_EXERCISE OBJECTIVE_:
All lines from the one with "does not hold" to the end of the entries below must be written out exactly. Leave out any other line.
*** Opening GIVEN RECORDS ***
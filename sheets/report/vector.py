"""Matplotlib figures on the PDF page as vector paths, with no extra dependency.

Route: a small matplotlib renderer (``Recorder``) draws the figure once into a
list of path operations in points (figure dpi set to 72), with text turned into
glyph outlines by matplotlib's own TextToPath. The list (a ``VectorFigure``)
is replayed onto any reportlab canvas: into the sheet set, where it scales to
the frame, and into a one-page PDF saved in figures/. Lines stay lines at every
zoom, the bytes are deterministic (no clock, no random ids), and the figure is
drawn by matplotlib only once however many layout passes the document needs.

Figures drawn by other render modules that save to a path (``fig.savefig(path)``)
are taken the same way: ``read_vector_file`` asks them for a path ending in
``.rlvec``, a file format registered with matplotlib here (its canvas records
the figure and pickles the VectorFigure); the sheets read it back at once.

What is supported is what the sheets' figures use: filled and stroked paths
with alpha, dashes, caps and joins, clip rectangles and clip paths, markers,
collections, text (as paths) and images (embedded as raster, e.g. a colour
bar). Hatching is not drawn.
"""

from __future__ import annotations

import io
import pickle
from dataclasses import dataclass
from pathlib import Path

import numpy as np
from matplotlib.backend_bases import FigureCanvasBase, RendererBase, register_backend
from matplotlib.figure import Figure
from matplotlib.path import Path as MplPath
from reportlab.lib.utils import ImageReader
from reportlab.pdfgen.canvas import Canvas
from reportlab.platypus import Flowable

_CAP = {"butt": 0, "round": 1, "projecting": 2}
_JOIN = {"miter": 0, "round": 1, "bevel": 2}


@dataclass(frozen=True)
class _Style:
    stroke: tuple[float, float, float, float] | None
    fill: tuple[float, float, float, float] | None
    width: float
    cap: int
    join: int
    dashes: tuple[float, tuple[float, ...]] | None


@dataclass(frozen=True)
class VectorFigure:
    """A figure as recorded path operations, in points, origin at the lower left."""

    width: float  # pt
    height: float  # pt
    # ("path", path operators, style operators, (fill alpha, stroke alpha), paint operator, clip)
    # | ("image", x, y, w, h, png, clip); clip is a path in operators, or None
    ops: tuple
    smallest_text: float = float("inf")  # pt at scale 1: the smallest type size drawn (as glyph outlines)

    def draw(self, canvas: Canvas, x: float, y: float, scale: float = 1.0) -> None:
        """Replay onto ``canvas`` at (x, y); operators go in as literals, styles only where they change."""
        canvas.saveState()
        canvas.translate(x, y)
        canvas.scale(scale, scale)
        current_clip = None
        clipped = False
        style = alpha = None
        for op in self.ops:
            clip = op[-1]
            if clip != current_clip:
                if clipped:
                    canvas.restoreState()  # Q also resets colours and alpha: set them again
                    clipped = False
                    style = alpha = None
                if clip is not None:
                    canvas.saveState()
                    clipped = True
                    canvas.addLiteral(f"{clip} W n")
                current_clip = clip
            if op[0] == "path":
                _, code, op_style, op_alpha, paint, _clip = op
                if op_alpha != alpha:
                    canvas.setFillAlpha(op_alpha[0])
                    canvas.setStrokeAlpha(op_alpha[1])
                    alpha = op_alpha
                if op_style != style:
                    canvas.addLiteral(op_style)
                    style = op_style
                canvas.addLiteral(f"{code} {paint}")
            else:
                _, ix, iy, iw, ih, png, _clip = op
                canvas.drawImage(ImageReader(io.BytesIO(png)), ix, iy, iw, ih, mask="auto")
        if clipped:
            canvas.restoreState()
        canvas.restoreState()

    def pdf_bytes(self, title: str = "", author: str = "") -> bytes:
        """A one-page PDF of just this figure (deterministic bytes)."""
        from sheets.report.document import binary_streams
        from sheets.report.fonts import register_fonts

        buf = io.BytesIO()
        with binary_streams():
            canvas = Canvas(buf, pagesize=(self.width, self.height), invariant=1, pageCompression=1,
                            initialFontName=register_fonts().regular)
            canvas.setTitle(title)
            canvas.setAuthor(author)
            canvas.setCreator("sheets")
            self.draw(canvas, 0, 0)
            canvas.showPage()
            canvas.save()
        return buf.getvalue()


def _style_operators(style: _Style) -> str:
    """PDF operators that set one path's colours, width, caps, joins and dashes."""
    ops = []
    if style.fill is not None:
        ops.append("%.4f %.4f %.4f rg" % style.fill[:3])
    if style.stroke is not None:
        ops.append("%.4f %.4f %.4f RG %.3f w %d J %d j" % (*style.stroke[:3], style.width, style.cap, style.join))
        if style.dashes:
            ops.append("[%s] %.3f d" % (" ".join("%.3f" % d for d in style.dashes[1]), style.dashes[0]))
        else:
            ops.append("[] 0 d")
    return " ".join(ops)


def _code(path: MplPath, transform, clip=None, simplify=None) -> str:
    """Matplotlib path -> PDF path operators (m, l, c, h) in points, two decimals."""
    out = []
    last = (0.0, 0.0)
    for verts, code in path.iter_segments(transform, clip=clip, simplify=simplify, curves=True):
        if code == MplPath.MOVETO:
            last = verts[-2:]
            out.append("%.2f %.2f m" % tuple(last))
        elif code == MplPath.LINETO:
            last = verts[-2:]
            out.append("%.2f %.2f l" % tuple(last))
        elif code == MplPath.CURVE3:  # quadratic -> cubic
            (x0, y0), (qx, qy), (x3, y3) = last, verts[:2], verts[2:]
            out.append("%.2f %.2f %.2f %.2f %.2f %.2f c" % (x0 + 2 / 3 * (qx - x0), y0 + 2 / 3 * (qy - y0),
                                                         x3 + 2 / 3 * (qx - x3), y3 + 2 / 3 * (qy - y3), x3, y3))
            last = verts[-2:]
        elif code == MplPath.CURVE4:
            out.append("%.2f %.2f %.2f %.2f %.2f %.2f c" % tuple(verts))
            last = verts[-2:]
        elif code == MplPath.CLOSEPOLY:
            out.append("h")
    return " ".join(out)


class Recorder(RendererBase):
    """A matplotlib renderer that records paths in points (dpi 72) instead of drawing them."""

    def __init__(self, width: float, height: float):
        super().__init__()
        self.width = width
        self.height = height
        self.ops: list = []
        self._clip_cache: dict = {}
        self.smallest_text = float("inf")

    # -- what RendererBase needs from a backend ------------------------------
    def get_canvas_width_height(self):
        return self.width, self.height

    def flipy(self):
        return False

    def points_to_pixels(self, points):
        return points

    def option_image_nocomposite(self):
        return True

    def option_scale_image(self):
        return False

    def _clip(self, gc):
        rect = gc.get_clip_rectangle()
        path, trans = gc.get_clip_path()
        if path is not None:
            key = (id(path), trans.to_values() if trans is not None else None)
            if key not in self._clip_cache:  # keep the path alive so its id is not reused
                self._clip_cache[key] = (path, _code(path, trans))
            return self._clip_cache[key][1]
        if rect is not None:
            x0, y0, x1, y1 = rect.extents
            return "%.2f %.2f %.2f %.2f re" % (x0, y0, x1 - x0, y1 - y0)
        return None

    def draw_path(self, gc, path, transform, rgbFace=None):
        alpha = gc.get_alpha()
        forced = gc.get_forced_alpha()
        fill = None
        if rgbFace is not None:
            rgba = tuple(float(c) for c in rgbFace)
            a = alpha if forced or len(rgba) < 4 else rgba[3]
            if a > 0:
                fill = (*rgba[:3], float(a))
        stroke = None
        width = float(gc.get_linewidth())
        rgb = gc.get_rgb()
        if width > 0 and rgb is not None and rgb[3] > 0:
            stroke = (float(rgb[0]), float(rgb[1]), float(rgb[2]), float(rgb[3]))
        if fill is None and stroke is None:
            return
        offset, dashes = gc.get_dashes()
        dash = (float(offset or 0.0), tuple(float(d) for d in dashes)) if dashes is not None and len(dashes) else None
        style = _Style(stroke, fill, width, _CAP.get(gc.get_capstyle(), 0), _JOIN.get(gc.get_joinstyle(), 0), dash)
        # drop segments far outside the figure only for unfilled lines (as matplotlib's own PDF backend does)
        clip = (-1.0, -1.0, self.width + 1, self.height + 1) if rgbFace is None and gc.get_hatch_path() is None else None
        code = _code(path, transform, clip=clip, simplify=path.should_simplify and clip is not None)
        if code:
            paint = "B" if fill is not None and stroke is not None else "f" if fill is not None else "S"
            alpha = (fill[3] if fill is not None else 1.0, stroke[3] if stroke is not None else 1.0)
            self.ops.append(("path", code, _style_operators(style), alpha, paint, self._clip(gc)))

    def draw_text(self, gc, x, y, s, prop, angle, ismath=False, mtext=None):
        # text becomes glyph outlines (RendererBase); its size is noted so the page can keep it legible
        if s and s.strip():
            self.smallest_text = min(self.smallest_text, float(prop.get_size_in_points()))
        super().draw_text(gc, x, y, s, prop, angle, ismath=ismath, mtext=mtext)

    def draw_image(self, gc, x, y, im, transform=None):
        from PIL import Image

        h, w = im.shape[:2]
        buf = io.BytesIO()
        Image.fromarray(np.asarray(im)[::-1], "RGBA").save(buf, format="PNG", optimize=False)
        self.ops.append(("image", float(x), float(y), float(w), float(h), buf.getvalue(), self._clip(gc)))


def record(figure: Figure) -> VectorFigure:
    """Draw a matplotlib figure once into a VectorFigure (in points)."""
    dpi = figure.dpi
    try:
        figure.set_dpi(72)
        width, height = figure.get_size_inches() * 72
        recorder = Recorder(float(width), float(height))
        figure.draw(recorder)
    finally:
        figure.set_dpi(dpi)
    return VectorFigure(round(float(width), 3), round(float(height), 3), tuple(recorder.ops), recorder.smallest_text)


SMALLEST_PRINTED_TEXT = 6.0  # pt: no figure text is printed smaller


class VectorFlowable(Flowable):
    """A recorded figure scaled to fit the frame width (and a height limit), centred.

    The scale never prints the figure's smallest text under SMALLEST_PRINTED_TEXT while the frame can
    hold it larger: a figure that would need shrinking further than that takes more of the page height
    (up to the whole frame) instead. ``printed_text`` is the smallest type size as printed."""

    def __init__(self, figure: VectorFigure, max_width: float | None = None, max_height: float | None = None):
        super().__init__()
        self.figure = figure
        self.max_width = max_width
        self.max_height = max_height
        self.scale = 1.0

    @property
    def printed_text(self) -> float:
        return getattr(self.figure, "smallest_text", float("inf")) * self.scale

    def wrap(self, avail_width, avail_height):
        limit_w = min(avail_width, self.max_width or avail_width)
        limit_h = self.max_height or avail_height
        self.scale = min(limit_w / self.figure.width, limit_h / self.figure.height)
        legible = SMALLEST_PRINTED_TEXT / getattr(self.figure, "smallest_text", float("inf"))
        if self.scale < legible:  # grow into the rest of the frame's height, never past the frame
            self.scale = max(self.scale, min(legible, limit_w / self.figure.width, avail_height / self.figure.height))
        self._avail_width = avail_width
        self.width = avail_width
        self.height = self.figure.height * self.scale
        return self.width, self.height

    def draw(self):
        x = (self.width - self.figure.width * self.scale) / 2
        self.figure.draw(self.canv, x, 0, self.scale)


VECTOR_SUFFIX = ".rlvec"


class RecordingCanvas(FigureCanvasBase):
    """A matplotlib canvas whose only output is a pickled VectorFigure (format "rlvec")."""

    filetypes = {"rlvec": "figure recorded as vector paths for sheets"}

    def print_rlvec(self, filename, **_kwargs):
        data = pickle.dumps(record(self.figure), protocol=4)
        if hasattr(filename, "write"):
            filename.write(data)
        else:
            Path(filename).write_bytes(data)

    def get_default_filetype(self):
        return "rlvec"


# matplotlib keeps a table of file formats -> canvases; adding ours is idempotent.
register_backend("rlvec", RecordingCanvas, "figure recorded as vector paths for sheets")


def read_vector_file(path: str | Path) -> VectorFigure:
    """A figure saved by ``savefig(... .rlvec)`` (our own temporary file, written this run)."""
    value = pickle.loads(Path(path).read_bytes())
    if not isinstance(value, VectorFigure):
        raise TypeError(f"{path} does not hold a recorded figure")
    return value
*** Closing GIVEN RECORDS ***
_YOUR SOLUTION_:
        raise TypeError(f"{path} does not hold a recorded figure")
    return value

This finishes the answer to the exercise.